E-SABONG PERSONALITIES. Six persons give their testimony to the Senate Committee on Public Order and Dangerous Drugs inquiry into the controversy surrounding online cockfighting and 34 missing persons connected to the gambling sport on Monday. They are (clockwise from top left) a witness named alias ‘Arvie’, e-sabong operator Charlie ‘Atong’ Ang, Carmelita Lasco (mother of Ricardo ‘Jonion’ Lasco Jr.), Princess Montanes-Lasco, Patrolman Roy Magdayo Navarette, and Police Sr. Staff Sergeant Daryl Gaceta Paghangaan. Senate PRIB

Ang immediately denied the claim by panel witness Alvin Indon and said Laguna provincial police chief Col. Rogart Campo was trying to pin him down.

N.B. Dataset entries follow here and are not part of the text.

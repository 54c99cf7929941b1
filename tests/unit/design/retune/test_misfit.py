"""Measurements that no board explains. Authority: the fault was put in."""

from dataclasses import replace

import numpy as np
import pytest

from planar.design.retune.misfit import compare_sweeps
from planar.design.retune.retuned import RetuneRequest, behind_standards, judged
from planar.design.retune.sweep import swept
from planar.design.retune.unknowns import COAX_SPEED, plane_of_standards, stated_plane, unstated_plane
from planar.errors import RangeError, Severity, SynthesisError
from planar.network.measured import Measured
from planar.network.plane import Launch
from planar.network.response import Response, reflection

LINE = Launch(0.03 / COAX_SPEED, 0.05, 1.85e9)


@pytest.fixture
def good(bench):
    return bench.measured(bench.deviations(laminate_permittivity=0.5), LINE)


def changed(measured, change):
    frequency = measured.response.frequency
    return Measured(Response(frequency, change(frequency, measured.reflection), 50.0), ())


def test_unrelated_antenna_is_refused(bench, good):
    frequency = good.response.frequency
    other = reflection(20.0 / (1.0 + 30j * (frequency / 1.7e9 - 1.7e9 / frequency)), 50.0)
    with pytest.raises(SynthesisError, match="no plausible board explains") as refused:
        bench.inferred(changed(good, lambda f, s: LINE.seen(f, other, 50.0)))
    assert "is this the file of this board" in str(refused.value)


def test_two_dips_are_the_cable(bench, good):
    def with_sleeve(frequency, s):
        # a second resonance in series, as the outside of a cable makes it
        z = 50.0 * (1.0 + s) / (1.0 - s)
        cable = 90.0 / (1.0 + 40j * (frequency / 1.93e9 - 1.93e9 / frequency))
        return reflection(z + cable, 50.0)

    with pytest.raises(SynthesisError, match="the cable is part of the antenna"):
        bench.inferred(changed(good, with_sleeve))


def test_calibration_is_named(bench, good):
    with pytest.raises(SynthesisError, match="calibrate again"):
        bench.inferred(changed(good, lambda f, s: 0.8 * s + (0.15 - 0.1j)))


def test_a_long_cable_has_to_be_stated(bench):
    cable = Launch(0.5 / COAX_SPEED, 0.3, 1.85e9)
    measured = bench.measured(bench.deviations(laminate_permittivity=0.5), cable)
    with pytest.raises(SynthesisError, match="state the length of the line in front") as refused:
        bench.inferred(measured)
    assert "about 5" in str(refused.value) or "about 4" in str(refused.value)  # 500 mm, roughly
    assert bench.inferred(measured, stated_plane(cable.delay, 0.3)).effect.sign == -1


def test_what_cannot_be_a_measurement_is_refused(model, good):
    band, asked = model.choices.brief.target.band, RetuneRequest(unstated_plane())
    with pytest.raises(SynthesisError, match="more comes back than went in"):
        judged(band, changed(good, lambda f, s: 1.3 * s / np.abs(s)), asked)
    slipped = Measured(Response(good.response.frequency * 1e3, good.reflection, 50.0), ())
    with pytest.raises(SynthesisError, match="the unit in the file is wrong"):
        judged(band, slipped, asked)
    few = Measured(Response(good.response.frequency[::45], good.reflection[::45], 50.0), ())
    with pytest.raises(SynthesisError, match="at least 11"):
        judged(band, few, asked)


def test_too_few_points_in_the_span_are_refused(model, good):
    far = Measured(Response(good.response.frequency[::45], good.reflection[::45], 50.0), ())
    with pytest.raises(RangeError, match="only 5 points"):
        swept(far, model.grid)


def test_sweeps_that_differ_mean_the_cable(model, good):
    other = changed(good, lambda f, s: s + 0.12 * np.exp(-(((f - 1.8e9) / 5e7) ** 2)))
    compared = compare_sweeps(good, other)
    assert compared.difference == pytest.approx(0.12, abs=0.02)
    assert compared.at == pytest.approx(1.8e9, rel=0.02)
    assert "the cable is part of the antenna" in compared.finding.advice
    with pytest.raises(SynthesisError, match="the cable is part of the antenna"):
        judged(model.choices.brief.target.band, good, RetuneRequest(unstated_plane(), other))


def test_sweeps_that_agree_are_noted(bench, model, good):
    again = bench.measured(bench.deviations(laminate_permittivity=0.5), LINE, seed=2)
    compared = compare_sweeps(good, again)
    assert compared.finding.severity is Severity.NOTE
    assert judged(model.choices.brief.target.band, good, RetuneRequest(unstated_plane(), again))[1] is not None


def test_sweeps_of_other_references_are_refused(good):
    other = Measured(replace(good.response, z0=75.0), ())
    with pytest.raises(RangeError, match="reference"):
        compare_sweeps(good, other)


def test_standards_take_the_line_off(bench, good):
    one = np.ones(len(good.reflection), dtype=complex)
    frequency = good.response.frequency
    short, opened = (
        Measured(Response(frequency, LINE.seen(frequency, sign * (1.0 - 1e-12) * one, 50.0), 50.0), ())
        for sign in (-1.0, 1.0)
    )
    behind = behind_standards(good, short, opened)
    np.testing.assert_allclose(behind.reflection, LINE.removed(frequency, good.reflection, 50.0), atol=1e-9)
    found = bench.inferred(behind, plane_of_standards())
    assert found.effect.sign == -1
    with pytest.raises(RangeError, match="measured twice"):
        behind_standards(good, short, short)
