"""The whole of it on boards by formulas, with a cover that is not where it should be. Authority: what was put in."""

import tomllib
from dataclasses import replace

import pytest

from planar.brief import check_brief, write_brief
from planar.design.design import make_design
from planar.design.retune import board_model
from planar.design.retune.board_model import other_surroundings
from planar.design.retune.retuned import retune
from planar.design.retune.unknowns import COAX_SPEED
from planar.network.plane import Launch

from .conftest import LIBRARY, Bench, FormulaWorkers, formula_solved, resonance


@pytest.fixture
def covered_design(design, monkeypatch):

    monkeypatch.setattr(board_model, "solved_terms", formula_solved)
    cover = {"material": "abs", "air_gap": "6 mm", "thickness": "2.5 mm"}
    data = tomllib.loads(write_brief(design.brief)) | {"surroundings": {"cover": cover}}
    return make_design(check_brief(data, "covered.toml", LIBRARY), LIBRARY, "covered.toml")


def measured_with(design, choices):
    """The board of `design` in the surroundings of `choices` behind 30 mm of coax."""
    workers = FormulaWorkers(None)
    moved = board_model.board_model(replace(design, choices=choices), workers)
    launch = Launch(0.03 / COAX_SPEED, 0.05, choices.centre)
    bench = Bench(moved)
    return bench.measured(bench.deviations(laminate_permittivity=0.3), launch)


def test_surroundings_that_may_be_others(covered_design, design):
    (touching, close), (nearer, _), (missing, bare) = other_surroundings(covered_design.choices)
    assert "touches" in touching
    assert close.stackup.find("cover-gap") is None
    assert close.stackup.find("cover") is not None
    assert "nearer" in nearer
    assert "without" in missing
    assert bare.stackup.find("cover") is None
    assert other_surroundings(design.choices) == ()


@pytest.mark.parametrize(("number", "word"), [(0, "touches"), (2, "without")])
def test_cover_elsewhere_is_found_and_answered(covered_design, number, word):
    choices = other_surroundings(covered_design.choices)[number][1]
    found = retune(covered_design, measured_with(covered_design, choices), FormulaWorkers(None))
    if number == 0:
        assert word in found.surroundings
        assert any("drawn for these surroundings" in each.advice for each in found.findings)
        assert found.inferred.effect.sign == -1
    best = found.advice.best.dimensions
    designed = resonance(covered_design.choices, covered_design.dimensions)
    # permittivity 0.3 of its tolerance of 5 %: the same board, drawn anew, in the same surroundings
    stackup = choices.stackup.varied("dielectric", permittivity=1.0 + 0.3 * 0.05)
    assert resonance(replace(choices, stackup=stackup), best) == pytest.approx(designed, rel=0.005)


def test_board_as_designed_stays(covered_design):
    found = retune(covered_design, measured_with(covered_design, covered_design.choices), FormulaWorkers(None))
    assert found.surroundings == ""
    assert found.inferred.effect.interval[0] <= -0.004 <= found.inferred.effect.interval[1] or not found.advice.sure
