/** What the same fit makes of stretches in which nothing was fired: the scatter of jumps that are none. */
import { fitSwing } from './swingFit.ts';
import { firstAtOrAfter, type Oscillation, type SwingSamples } from './swingSums.ts';

export interface NoFire {
  /** Jumps at times at which nothing happened, unit of x, and the u of each with white noise of 1. */
  readonly jumps: readonly number[];
  readonly units: readonly number[];
  /** √(Σ J²/n): the mean of no jump is known to be 0, so that n are its degrees of freedom. */
  readonly sd: number;
}

/** Periods between the times that are looked at, and from the ends of a stretch: so many where it is long enough, and no fewer than the least. */
const APART = 5;
const LEAST_APART = 1.5;
const MOST_JUMPS = 60;
const MOST_SAMPLES = 200_000;
/** Fewer jumps say too little of their scatter. */
const FEWEST = 4;
/** Parts of a stretch with so many times each are fitted by themselves, on a rest line that is straight over it. */
const TIMES_A_PART = 4;

interface Span {
  readonly from: number;
  readonly to: number;
}

interface Part extends Span {
  /** s. */
  readonly apart: number;
}

/** Parts long enough for a time with its surroundings, in order. */
function partsOf(quiet: readonly Span[], period: number): readonly Part[] {
  return quiet.flatMap(({ from, to }): readonly Part[] => {
    const apart = Math.min(APART * period, (to - from) / 2);
    if (apart < LEAST_APART * period) return [];
    const many = Math.max(1, Math.floor((to - from) / ((TIMES_A_PART + 1) * apart)));
    return Array.from({ length: many }, (_, k) => ({ from: from + ((to - from) * k) / many, to: from + ((to - from) * (k + 1)) / many, apart }));
  });
}

/** Evenly some of the parts, so that there are neither too many jumps nor too many samples. */
function some(parts: readonly Part[], perSecond: number): readonly Part[] {
  const bySamples = Math.floor(MOST_SAMPLES / Math.max(1, ...parts.map(({ from, to }) => (to - from) * perSecond)));
  const most = Math.max(1, Math.min(Math.ceil(MOST_JUMPS / TIMES_A_PART), bySamples));
  return parts.length <= most ? parts : Array.from({ length: most }, (_, k) => parts[Math.floor(((k + 0.5) * parts.length) / most)]!);
}

/**
 * Jumps fitted at times at which nothing was fired, some natural periods apart, at the given ω_n and ζ; null where there are fewer than four.
 *
 * Valid: `quiet` without a strike in it. Source: blank measurements of ISO 11843-1 and Currie, Anal. Chem. 40 (1968) 586, from memory.
 */
export function noFireJumps({ t, x, use }: SwingSamples, oscillation: Oscillation, quiet: readonly Span[], exposure = 0): NoFire | null {
  const period = (2 * Math.PI) / oscillation.frequency;
  const span = t[t.length - 1]! - t[0]!;
  const jumps: number[] = [];
  const units: number[] = [];
  for (const { from, to, apart } of some(partsOf(quiet, period), t.length / span)) {
    const [first, last] = [firstAtOrAfter(t, from, 0), firstAtOrAfter(t, to, 0)];
    const times: number[] = [];
    for (let time = from + apart; time <= to - 0.999 * apart; time += apart) times.push(time);
    const fit = fitSwing({ t: t.subarray(first, last), x: x.subarray(first, last), ...(use ? { use: use.subarray(first, last) } : {}) }, times, { fixed: oscillation, exposure, stretches: 1 });
    if (fit.status !== 'fitted') continue;
    jumps.push(...fit.jumps);
    units.push(...fit.jumps.map((_, k) => Math.sqrt(fit.noiseCovariance(k, k))));
  }
  return jumps.length < FEWEST ? null : { jumps, units, sd: Math.sqrt(jumps.reduce((sum, jump) => sum + jump * jump, 0) / jumps.length) };
}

During the resumption of the third hearing of the Committee on Public Order and Dangerous Drugs chaired by Sen. Ronald “Bato” Dela Rosa on the more than 30 missing cockfighting aficionados, police Criminal Investigation and Detection Group (CIDG) Director Eliseo Cruz said they will file appropriate charges against the five policemen before the Department of Justice.

He told Dela Rosa’s panel that the suspects were identified from the 28 photos provided to the witnesses by the police.

“This is in connection with the case of Ricardo Lasco, a master agent of e-sabong who was kidnapped by more or less 10 armed men in his residence in San Pablo, Laguna on August 30, 2021,” said Cruz.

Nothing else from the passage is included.